Therapiestunde mit Hund Retriever Nino ist immer dabei

BAD GODESBERG · Lennart und Nino sitzen an einem Tisch. Der Achtjährige hat knifflige Sprachübungen zu lösen. Retrievermischling Nino legt seine weiche Hundeschnauze neben das Aufgabenblatt. "Ja, bravo, Lennart, und jetzt sprechen wir noch mal, wie der Drache auf dem Blatt heißt", sagt Logopädin Anna Kallenberg.

 Lennart Rode übt mit Anna Kallenberg und Hund Nino.

Lennart Rode übt mit Anna Kallenberg und Hund Nino.

Foto: Ronald Friese

Lennart bildet konzentriert ein lautes "O" und hängt noch ein zischendes "Sch" dran. In der logopädischen Praxis B. Taylor wiederholt der Junge die Laute mit deutlichen Mundbewegungen immer wieder. Nebenbei streichelt er Nino übers goldbraune Fell. "Lennart lernt hier, sicherer und selbstbewusster zu sprechen und aus sich herauszugehen", sagt Kallenberg, während der Junge seinem Freund geschickt ein Leckerli in die nasse Schnauze steckt.
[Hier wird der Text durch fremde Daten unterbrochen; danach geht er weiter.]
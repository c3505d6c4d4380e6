import { type Board, totalBoardFeet, totalValue } from './board.ts';
import { cantPlan, THOROUGH } from './cant.ts';
import type { LogShape } from './log-shape.ts';
import { flatStack, livePlan } from './live.ts';
import { type Mill, type Piece, type Stock, stockOf } from './pieces.ts';
import { quartersawnPlan } from './quartersawn.ts';

export type Pattern = 'live' | 'cant' | 'quartersawn';

export interface Found {
  readonly pattern: Pattern;
  readonly boards: readonly Board[];
  readonly bound: number;
}

export function planPatterns(stock: Stock, patterns: readonly Pattern[], effort = THOROUGH): Found[] {
  const flats = flatStack(stock);
  const live = flats.above(-stock.reach);
  const found: Found[] = [];
  for (const pattern of patterns) {
    if (pattern === 'live') found.push({ pattern, boards: livePlan(stock, flats), bound: live });
    if (pattern === 'quartersawn') found.push({ pattern, ...quartersawnPlan(stock) });
    if (pattern === 'cant') {
      const cant = cantPlan(stock, flats, live, effort);
      found.push({ pattern, boards: cant.boards.length > 0 ? cant.boards : livePlan(stock, flats), bound: cant.bound });
    }
  }
  return found;
}
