import type { Choice, ThicknessGroup } from './pieces.ts';
import type { Units } from './units.ts';

/** A board in a row, by its near edge along the row. */
export interface RowBoard {
  readonly choice: Choice;
  readonly at: Units;
}

// Labels of the search below, kept between calls: the function is not re-entrant and never calls back.
let places: Float64Array = new Float64Array(4096);
let values: Float64Array = new Float64Array(4096);
let parents: Int32Array = new Int32Array(4096);
let order: Int32Array = new Int32Array(4096);
let taken: (Choice | undefined)[] = [];
let starts: Float64Array = new Float64Array(4096);

function grow(): void {
  const size = places.length * 2;
  const copy = <T extends Float64Array | Int32Array>(from: T, to: T): T => (to.set(from), to);
  places = copy(places, new Float64Array(size));
  values = copy(values, new Float64Array(size));
  starts = copy(starts, new Float64Array(size));
  parents = copy(parents, new Int32Array(size));
  order = copy(order, new Int32Array(size));
}

/** Puts a label among those still waiting (`order[from … waiting-1]`, place and value both rising); drops what is beaten. */
function insert(label: number, from: number, waiting: number): number {
  const place = places[label] as number;
  const value = values[label] as number;
  let low = from - 1; // the label being extended beats nothing: it ends sooner and is worth less
  let high = waiting - 1;
  while (low < high) {
    const middle = (low + high + 1) >> 1;
    if ((places[order[middle] as number] as number) <= place) low = middle;
    else high = middle - 1;
  }
  if (low >= from && (values[order[low] as number] as number) >= value - 1e-12) return waiting;
  const slot = low >= from && places[order[low] as number] === place ? low : low + 1;
  let beaten = slot;
  while (beaten < waiting && (values[order[beaten] as number] as number) <= value + 1e-12) beaten++;
  if (beaten !== slot + 1) order.copyWithin(slot + 1, beaten, waiting);
  order[slot] = label;
  return waiting - (beaten - slot) + 1;
}

/**
 * The most valuable row of boards of one thickness, side by side with a kerf between, where a board of length `i` must lie
 * within `low[i] … high[i]`. Exact: pushed towards the low end, every board starts at its own limit or a kerf past its
 * neighbour, and of two partial rows the one that ends sooner and is worth as much is kept.
 * @param boards when given, receives the boards of the best row.
 * @returns the row's value; 0 when nothing fits.
 */
export function bestRow(group: ThicknessGroup, low: ArrayLike<number>, high: ArrayLike<number>, kerf: Units, boards?: RowBoard[]): number {
  let count = 1;
  let waiting = 1; // labels in `order`, by place
  let best = 0;
  let bestLabel = -1;
  let furthest = -Infinity;
  for (let i = 0; i < high.length; i++) furthest = Math.max(furthest, high[i] as number);
  places[0] = -1e15;
  values[0] = 0;
  parents[0] = -1;
  order[0] = 0;
  for (let next = 0; next < waiting; next++) {
    const label = order[next] as number;
    const value = values[label] as number;
    const place = places[label] as number;
    if (label > 0 && value + group.density * (furthest + kerf - place) <= best + 1e-12) continue; // too little room left to win
    for (let w = group.widths.length - 1; w >= 0; w--) {
      const { width, choices } = group.widths[w] as (typeof group.widths)[number];
      for (const choice of choices) {
        const limit = low[choice.length] as number;
        const start = limit > place ? limit : place;
        const end = start + width;
        if (end > (high[choice.length] as number)) continue;
        const sum = value + choice.value;
        const after = end + kerf;
        if (sum > best + 1e-12 || (after + group.narrowest <= furthest && sum + group.density * (furthest + kerf - after) > best + 1e-12)) {
          if (count + 1 >= places.length) grow();
          places[count] = after;
          values[count] = sum;
          parents[count] = label;
          starts[count] = start;
          taken[count] = choice;
          if (sum > best + 1e-12) {
            best = sum;
            bestLabel = count;
          }
          if (after + group.narrowest <= furthest) waiting = insert(count, next + 1, waiting);
          count++;
        }
        if (limit <= place) break; // the rest of this width is shorter and worth less from the same start
      }
    }
  }
  if (boards) {
    for (let label = bestLabel; label > 0; label = parents[label] as number) boards.push({ choice: taken[label] as Choice, at: starts[label] as number });
    boards.reverse();
  }
  return best;
}

/** Moves a row that lies against its low limits to the middle of its play. */
export function centred(row: readonly RowBoard[], high: ArrayLike<number>): RowBoard[] {
  const play = row.reduce((least, board) => Math.min(least, (high[board.choice.length] as number) - board.at - board.choice.width), Infinity);
  const shift = row.length === 0 ? 0 : Math.floor(play / 2);
  return row.map((board) => ({ ...board, at: board.at + shift }));
}

/** Moves every board of a row as far towards the high end as it goes. */
export function pushedOut(row: readonly RowBoard[], high: ArrayLike<number>, kerf: Units): RowBoard[] {
  let limit = Infinity;
  return [...row]
    .reverse()
    .map((board) => {
      const at = Math.min(limit, high[board.choice.length] as number) - board.choice.width;
      limit = at - kerf;
      return { ...board, at };
    })
    .reverse();
}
Nino brummelt zufrieden. Der Zweitklässler der integrativen Bodelschwinghschule habe in der nun einjährigen tiergestützten Therapie sehr schöne Fortschritte gemacht. Frühere Therapieversuche hätten bei dem schüchternen, sprachbehinderten Jungen kaum mehr gewirkt.

"Hunde kommunizieren eindeutig, sie sind ehrlich und lügen nicht. Sie kategorisieren ihr Gegenüber nicht nach ärztlichen Diagnosen und reagieren rein auf das Verhalten des Einzelnen hin", erklärt die Logopädin. Dem zutraulichen Nino gegenüber müsse sich Lennart nicht verstellen. Durch Nino erfahre der Junge, auch außerhalb der schützenden Familie vorurteilsfrei angenommen zu werden und könne selbst Verantwortung übernehmen. "Lennart erfährt, dass nicht nur er Hilfe braucht, sondern dass auch er selbst Hilfe spenden kann."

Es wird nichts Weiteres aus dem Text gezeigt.